3. Establish Clear Communication
Perhaps the most important thing you can do is be honest and direct with your advisor. If they suggest an investment you don’t understand, say so. A good advisor will take the time to ensure you fully get what an investment entails before proceeding.
But most people don’t just want someone to help them crunch the numbers. Peter Lazaroff, an Investopedia top-10 financial advisor, emphasized that modern financial advice goes beyond dealing with spreadsheets and financial information. “The best advisors these days resemble therapists more than number crunchers. Being a good advisor is about connecting with people, helping them solve their problems, and making life simpler.” If your advisor isn’t doing that for you—you don’t need to settle for less.
How Do I File a Complaint Against a Financial Advisor?
The process for filing a complaint depends on your advisor’s registrations and certifications. For registered financial product advisors, file with the SEC or state securities regulators. For brokers, file complaints with FINRA. Start by contacting your firm’s compliance department in writing.
If the response isn’t enough for you, you could then escalate things by contacting the relevant regulator. If your advisor holds professional certifications like CFP or CFA, you can also file ethics complaints with those organizations.
How Do I Find Out If a Financial Advisor Has Any Complaints Against Them?
You can research an advisor’s disciplinary history through several channels:
- For SEC-registered investment advisors, use the SEC’s Investment Adviser Public Disclosure website
- For brokers, check FINRA’s BrokerCheck tool
- For state-regulated advisors, contact your state securities regulator
- For specific certifications, check with the relevant credentialing bodies (CFP Board, CFA Institute, etc.).
How Much Can I Gain From Hiring a Financial Advisor?
While there are no guaranteed returns, research suggests that a financial advisor can amplify your investment returns by an average of 1.5% to 4%, depending on the time horizon and how those gains are measured. However, some of those gains will be lost to fees or commissions.
The Bottom Line
Financial advisors are entrusted with your assets, often representing decades of savings and hard work. While the industry is heavily regulated to protect investors, disputes can still arise. Understanding your rights, recognizing legitimate grounds for complaints, and knowing how to properly escalate issues are crucial skills to have should the need arise.
The key is to be assertive.
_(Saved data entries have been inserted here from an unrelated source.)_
// Sorted, with points closer than tol merged into the first (points within tol of 0 or L become
// exactly 0 or L).
std::vector<double> unique_points(std::vector<double> p, double L, double tol) {
  for (double& x : p) x = std::abs(x) <= tol ? 0.0 : (std::abs(x - L) <= tol ? L : x);
  std::sort(p.begin(), p.end());
  std::vector<double> out;
  for (double x : p)
    if (out.empty() || x - out.back() > tol) out.push_back(x);
  return out;
}

// ---- Cross-section node numbering -----------------------------------------------------------
// Station i holds per = 2 (nf + 1) + nw - 1 nodes: bottom flange k = 0..nf, top flange k = 0..nf,
// then the web's interior nodes m = 1..nw-1 (m = 0 and m = nw are the flanges' centre nodes).
struct SectionGrid {
  int nf, nw;
  int per() const { return 2 * (nf + 1) + nw - 1; }
  int bottom(int i, int k) const { return i * per() + k; }
  int top(int i, int k) const { return i * per() + nf + 1 + k; }
  int web(int i, int m) const {
    if (m == 0) return bottom(i, nf / 2);
    if (m == nw) return top(i, nf / 2);
    return i * per() + 2 * (nf + 1) + m - 1;
  }
};

NodeGroup point_group(int node) { return NodeGroup{0, {node}, {{node}}}; }

// All nodes of station i as a curve group (flange and web segments as its cells).
NodeGroup section_group(const SectionGrid& g, int i) {
  NodeGroup group;
  group.dimension = 1;
  for (int k = 0; k < g.nf; ++k) {
    group.cells.push_back({g.bottom(i, k), g.bottom(i, k + 1)});
    group.cells.push_back({g.top(i, k), g.top(i, k + 1)});
  }
  for (int m = 0; m < g.nw; ++m) group.cells.push_back({g.web(i, m), g.web(i, m + 1)});
  for (int n = g.bottom(i, 0); n < g.bottom(i, 0) + g.per(); ++n) group.nodes.push_back(n);
  return group;
}

Support support(const std::string& group, std::initializer_list<Dof> dofs) {
  Support s;
  s.group = group;
  for (Dof d : dofs) s.fixed[static_cast<int>(d)] = true;
  return s;
}

}  // namespace

HingeZoneModel build_hinge_zone(const HingeZoneSpec& spec) {
  validate_spec(spec);
  const ISection& sec = spec.section;
  const double L = spec.length;
  const int nf = spec.flange_elements, nw = spec.web_elements;
  const double he = spec.aspect * sec.b / nf;
  const double tol = 1e-6 * L;  // special x's closer than this share a station

  HingeZoneModel out;
  out.setup = spec.setup;
  out.plate = plate_model_properties(sec);
  out.plastic_moment = plastic_moment(out.plate, spec.fy);
  out.moment_per_load_factor = out.plastic_moment;
  out.hinge_element_length = he;
  out.span = L;
  const double Mp = out.plastic_moment;
  const double a = spec.setup == HingeSetup::four_point ? 0.5 * (L - spec.load_spacing) : 0.0;

  // Loads, rigid ends and the hinge region of each setup.
  std::vector<double> loads;
  bool rigid_start = false, rigid_end = false;
  const int n_hinge = static_cast<int>(std::ceil(1.5 * std::max(sec.h, sec.b) / he - 1e-9));
  double hinge_lo = 0.0, hinge_hi = L;
  switch (spec.setup) {
    case HingeSetup::cantilever:
      rigid_start = rigid_end = true;  // fixed section, tied section
      hinge_hi = std::min(L, n_hinge * he);
      break;
    case HingeSetup::three_point:
      loads = {0.5 * L};
      hinge_lo = std::max(0.0, 0.5 * L - n_hinge * he);
      hinge_hi = std::min(L, 0.5 * L + n_hinge * he);
      break;
    case HingeSetup::four_point:
      loads = {a, L - a};
      hinge_lo = std::max(0.0, a - n_hinge * he);
      hinge_hi = std::min(L, L - a + n_hinge * he);
      break;
    case HingeSetup::uniform_moment:
      rigid_start = rigid_end = true;
      break;
  }

  // Stiffener positions: supports and loads (beams), plus listed ones; none at rigid ends.
  std::vector<double> stiff;
  if (spec.stiffeners == StiffenerPlacement::supports_and_loads &&
      (spec.setup == HingeSetup::three_point || spec.setup == HingeSetup::four_point)) {
    stiff = {0.0, L};
    stiff.insert(stiff.end(), loads.begin(), loads.end());
  }
  if (spec.stiffeners != StiffenerPlacement::none)
    stiff.insert(stiff.end(), spec.stiffener_positions.begin(), spec.stiffener_positions.end());
  std::erase_if(stiff, [&](double x) { return (rigid_start && x <= tol) || (rigid_end && x >= L - tol); });
  stiff = stiff.empty() ? stiff : unique_points(stiff, L, tol);

  // Hard points: ends, loads, stiffeners, restraints; the hinge-region ends where they are at
  // least one hinge element from every other hard point (so the hinge elements are exactly h_e).
  std::vector<double> hard{0.0, L};
  hard.insert(hard.end(), loads.begin(), loads.end());
  hard.insert(hard.end(), stiff.begin(), stiff.end());
  for (const auto& r : spec.lateral_restraints) hard.push_back(r.x);
  hard = unique_points(hard, L, tol);
  std::vector<double> with_hinge = hard;
  for (double x : {hinge_lo, hinge_hi}) {
    bool clear = x > he && x < L - he;
    for (double p : hard) clear = clear && std::abs(p - x) >= he;
    if (clear) with_hinge.push_back(x);
  }
  Stations st{grade_stations(unique_points(with_hinge, L, tol), he, hinge_lo, hinge_hi), tol};
  out.stations = st.x;

  // Nodes: the cross-section at every station, then stiffener interiors, then reference nodes.
  ShellModel& m = out.model;
  m.region_names = {"top_flange", "bottom_flange", "web", "stiffener"};
  const SectionGrid g{nf, nw};
  const double zf = 0.5 * (sec.h - sec.tf);
  // Measured from the web (y = 0) and the mid-depth, so the centre lines are exactly y = 0, z = 0.
  auto y_of = [&](int k) { return (k - nf / 2) * (sec.b / nf); };
  auto z_of = [&](int mm) { return (mm - 0.5 * nw) * (2.0 * zf / nw); };
  const int n_st = static_cast<int>(st.x.size());
  m.nodes.reserve(static_cast<std::size_t>(n_st) * g.per());
  for (int i = 0; i < n_st; ++i) {
    for (int k = 0; k <= nf; ++k) m.nodes.emplace_back(st.x[i], y_of(k), -zf);
    for (int k = 0; k <= nf; ++k) m.nodes.emplace_back(st.x[i], y_of(k), zf);
    for (int mm = 1; mm < nw; ++mm) m.nodes.emplace_back(st.x[i], 0.0, z_of(mm));
  }

  // Elements between stations: flanges CCW about +z, web CCW about +y.
  for (int i = 0; i + 1 < n_st; ++i) {
    for (int k = 0; k < nf; ++k) {
      m.elements.push_back({{g.top(i, k), g.top(i + 1, k), g.top(i + 1, k + 1), g.top(i, k + 1)}, sec.tf, kTopFlange});
      m.elements.push_back(
          {{g.bottom(i, k), g.bottom(i + 1, k), g.bottom(i + 1, k + 1), g.bottom(i, k + 1)}, sec.tf, kBottomFlange});
    }
    for (int mm = 0; mm < nw; ++mm)
      m.elements.push_back({{g.web(i, mm), g.web(i, mm + 1), g.web(i + 1, mm + 1), g.web(i + 1, mm)}, sec.tw, kWeb});
  }

  // Stiffeners: a (nf + 1) x (nw + 1) grid in the y-z plane, CCW about +x; its bottom and top
  // rows are the flange nodes, its k = nf/2 column the web nodes.
  const double ts = spec.stiffener_thickness.value_or(sec.tf);
  for (double xs : stiff) {
    const int i = st.at(xs);
    out.stiffener_x.push_back(st.x[i]);
    std::vector<int> grid((nf + 1) * (nw + 1));
    auto id = [&](int k, int mm) -> int& { return grid[mm * (nf + 1) + k]; };
    for (int mm = 0; mm <= nw; ++mm)
      for (int k = 0; k <= nf; ++k) {
        if (mm == 0) id(k, mm) = g.bottom(i, k);
        else if (mm == nw) id(k, mm) = g.top(i, k);
        else if (k == nf / 2) id(k, mm) = g.web(i, mm);
        else {
          id(k, mm) = m.node_count();
          m.nodes.emplace_back(st.x[i], y_of(k), z_of(mm));
        }
      }
    for (int mm = 0; mm < nw; ++mm)
      for (int k = 0; k < nf; ++k)
        m.elements.push_back({{id(k, mm), id(k + 1, mm), id(k + 1, mm + 1), id(k, mm + 1)}, ts, kStiffener});
  }

  // Supports, ties, loads and the hinge-rotation measure.
  const int last = n_st - 1, c = nf / 2;
  out.axial_force = spec.axial_load_ratio * out.plate.A * spec.fy;
  const Eigen::Vector3d axial(-out.axial_force, 0.0, 0.0);  // into the member at x = L
  auto add_reference = [&](const std::string& name, double x) {
    const int ref = m.node_count();
    m.nodes.emplace_back(x, 0.0, 0.0);
    m.groups[name] = point_group(ref);
    return ref;
  };
  switch (spec.setup) {
    case HingeSetup::cantilever: {
      m.groups["support"] = section_group(g, 0);
      if (spec.cantilever_support == CantileverSupport::fixed) {
        m.supports.push_back(support("support", {Dof::ux, Dof::uy, Dof::uz, Dof::rx, Dof::ry, Dof::rz}));
      } else {
        // Symmetry plane of a three-point-bending specimen: ux, ry, rz held at every node; the web
        // line carries the shear and the lateral restraint (uy, uz); the flanges may contract.
        m.supports.push_back(support("support", {Dof::ux, Dof::ry, Dof::rz}));
        NodeGroup web;
        web.dimension = 1;
        for (int mm = 0; mm <= g.nw; ++mm) web.nodes.push_back(g.web(0, mm));
        for (int mm = 0; mm < g.nw; ++mm) web.cells.push_back({g.web(0, mm), g.web(0, mm + 1)});
        std::sort(web.nodes.begin(), web.nodes.end());
        m.groups["support_web"] = web;
        m.supports.push_back(support("support_web", {Dof::uy, Dof::uz}));
      }
      m.groups["end_section"] = section_group(g, last);
      const int ref = add_reference("load_point", L);
      m.rigid_ties.push_back({"end_section", ref});
      m.supports.push_back(support("load_point", {Dof::uy, Dof::rx}));
      out.reference_load = Mp / L;
      out.lever_arm = out.shear_span = L;
      m.loads.push_back({"load_point", Eigen::Vector3d(0.0, 0.0, -out.reference_load), Eigen::Vector3d::Zero()});
      if (out.axial_force > 0.0) m.fixed_loads.push_back({"load_point", axial, Eigen::Vector3d::Zero()});
      out.rotation = {{ref}, Dof::uz, {-1.0 / L}};
      break;
    }
    case HingeSetup::three_point:
    case HingeSetup::four_point: {
      m.groups["bearing_a"] = point_group(g.bottom(0, c));
      m.groups["bearing_b"] = point_group(g.bottom(last, c));
      m.groups["twist_a"] = point_group(g.top(0, c));
      m.groups["twist_b"] = point_group(g.top(last, c));
      m.supports.push_back(support("bearing_a", {Dof::ux, Dof::uy, Dof::uz}));
      m.supports.push_back(support("bearing_b", {Dof::uy, Dof::uz}));
      m.supports.push_back(support("twist_a", {Dof::uy}));
      m.supports.push_back(support("twist_b", {Dof::uy}));
      if (spec.setup == HingeSetup::three_point) {
        const int i = st.at(0.5 * L);
        m.groups["load_point"] = point_group(g.top(i, c));
        m.groups["midspan_bottom"] = point_group(g.bottom(i, c));
        out.reference_load = 4.0 * Mp / L;
        out.lever_arm = 0.25 * L;
        out.shear_span = 0.5 * L;
        m.loads.push_back({"load_point", Eigen::Vector3d(0.0, 0.0, -out.reference_load), Eigen::Vector3d::Zero()});
        out.rotation = {{g.bottom(i, c)}, Dof::uz, {-4.0 / L}};
      } else {
        const int ia = st.at(a), ib = st.at(L - a);
        m.groups["load_point_a"] = point_group(g.top(ia, c));
        m.groups["load_point_b"] = point_group(g.top(ib, c));
        m.groups["deflection_a"] = point_group(g.bottom(ia, c));
        m.groups["deflection_b"] = point_group(g.bottom(ib, c));
        out.reference_load = Mp / a;
        out.lever_arm = out.shear_span = a;
        for (const char* name : {"load_point_a", "load_point_b"})
          m.loads.push_back({name, Eigen::Vector3d(0.0, 0.0, -out.reference_load), Eigen::Vector3d::Zero()});
        out.rotation = {{g.bottom(ia, c), g.bottom(ib, c)}, Dof::uz, {-1.0 / a, -1.0 / a}};
      }
      break;
    }
    case HingeSetup::uniform_moment: {
      m.groups["end_section_a"] = section_group(g, 0);
      m.groups["end_section_b"] = section_group(g, last);
      const int ra = add_reference("end_a", 0.0), rb = add_reference("end_b", L);
      m.rigid_ties.push_back({"end_section_a", ra});
      m.rigid_ties.push_back({"end_section_b", rb});
      m.supports.push_back(support("end_a", {Dof::ux, Dof::uy, Dof::uz, Dof::rx}));
      m.supports.push_back(support("end_b", {Dof::uy, Dof::uz, Dof::rx}));
      out.reference_load = Mp;
      m.loads.push_back({"end_a", Eigen::Vector3d::Zero(), Eigen::Vector3d(0.0, Mp, 0.0)});
      m.loads.push_back({"end_b", Eigen::Vector3d::Zero(), Eigen::Vector3d(0.0, -Mp, 0.0)});
      if (out.axial_force > 0.0) m.fixed_loads.push_back({"end_b", axial, Eigen::Vector3d::Zero()});
      out.rotation = {{ra, rb}, Dof::ry, {1.0, -1.0}};
      break;
    }
  }

  // Lateral restraints on the flange centre-line nodes; none at a rigidly tied end section.
  for (std::size_t k = 0; k < spec.lateral_restraints.size(); ++k) {
    const LateralBrace& r = spec.lateral_restraints[k];
    const int i = st.at(r.x);
    NodeGroup group;
    if (r.flange != RestrainedFlange::bottom) group.nodes.push_back(g.top(i, c));
    if (r.flange != RestrainedFlange::top) group.nodes.push_back(g.bottom(i, c));
    std::sort(group.nodes.begin(), group.nodes.end());
    for (int n : group.nodes) group.cells.push_back({n});
    const std::string name = "restraint_" + std::to_string(k);
    m.groups[name] = group;
    const bool tied = (spec.setup == HingeSetup::cantilever && i == last) ||
                      (spec.setup == HingeSetup::uniform_moment && (i == 0 || i == last));
    if (!tied) m.supports.push_back(support(name, {Dof::uy}));
  }
  return out;
}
Thoroughly vet advisors before working with them, maintain clear communication throughout the relationship, and document any concerns in writing. While market losses are part of investing, unethical conduct should never be tolerated. If you believe your advisor has violated their professional obligations, there are several ways to bring this to the attention of the right authority.
But before it gets to all that, look for someone with whom you can build a strong advisor-client relationship—one built on trust. This is your best protection against such disputes happening in the first place.